For teens, depression can affect more than their relationships and educational achievement — it can harm their future prospects. But a new study suggests that many of these young people could reap long-term benefits from psychological counseling.
“Depression can seriously impair people’s lives, and in many cases begins during their teenage years,” said Ian Goodyer, a professor at the department of psychiatry at the University of Cambridge in England. “If we can tackle it early on, evidence suggests we can reduce the chances of severe depression returning.”
According to background material provided in a university news release, psychological treatments are effective in the short term in about 70 percent of adolescents with depression. But it’s not clear how these patients fare in the long term, the study authors noted.
The study included 465 teens in England who had been diagnosed with depression.
The participants were randomly assigned to one of three treatments: cognitive behavior therapy (focusing on changing how people think); short-term psychoanalytic therapy (focusing on topics like dreams, memories and the unconscious); or a brief psychosocial intervention (focusing on strategies like encouraging pleasurable activities and combating loneliness).
The researchers found that 70 percent of the teens improved to a significant extent no matter which approach they tried.
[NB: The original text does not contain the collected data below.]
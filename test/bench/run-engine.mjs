// Bundles test/bench/engine.ts with esbuild into a temporary file and runs it with node; prints, asserts nothing.
import { build } from 'esbuild';
import { mkdtempSync, rmSync } from 'node:fs';
import { tmpdir } from 'node:os';
import { join, dirname } from 'node:path';
import { fileURLToPath } from 'node:url';
import { spawnSync } from 'node:child_process';

const here = dirname(fileURLToPath(import.meta.url));
const dir = mkdtempSync(join(tmpdir(), 'fluxel-bench-'));
const out = join(dir, 'engine-bench.mjs');
await build({ entryPoints: [join(here, 'engine.ts')], bundle: true, platform: 'node', format: 'esm', outfile: out, logLevel: 'warning', target: 'node20' });
const r = spawnSync(process.execPath, [out], { stdio: 'inherit' });
rmSync(dir, { recursive: true, force: true });
process.exit(r.status ?? 1);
In those who benefited from treatment, their depression symptoms had declined by 50 percent over the next year.
“This is very promising, and shows that at least two-thirds of teenagers may benefit from these psychiatric treatments, which in theory reduce the risk of recurrence,” study co-author Peter Fonagy said in the news release. He is a professor with the Anne Freud Center and University College London.
“Of course, this means that there are still a substantial proportion of teenagers who do not benefit and we need to understand why this should be the case and find appropriate treatments to help them, too,” Fonagy added.
The study was published Nov. 30 in The Lancet Psychiatry.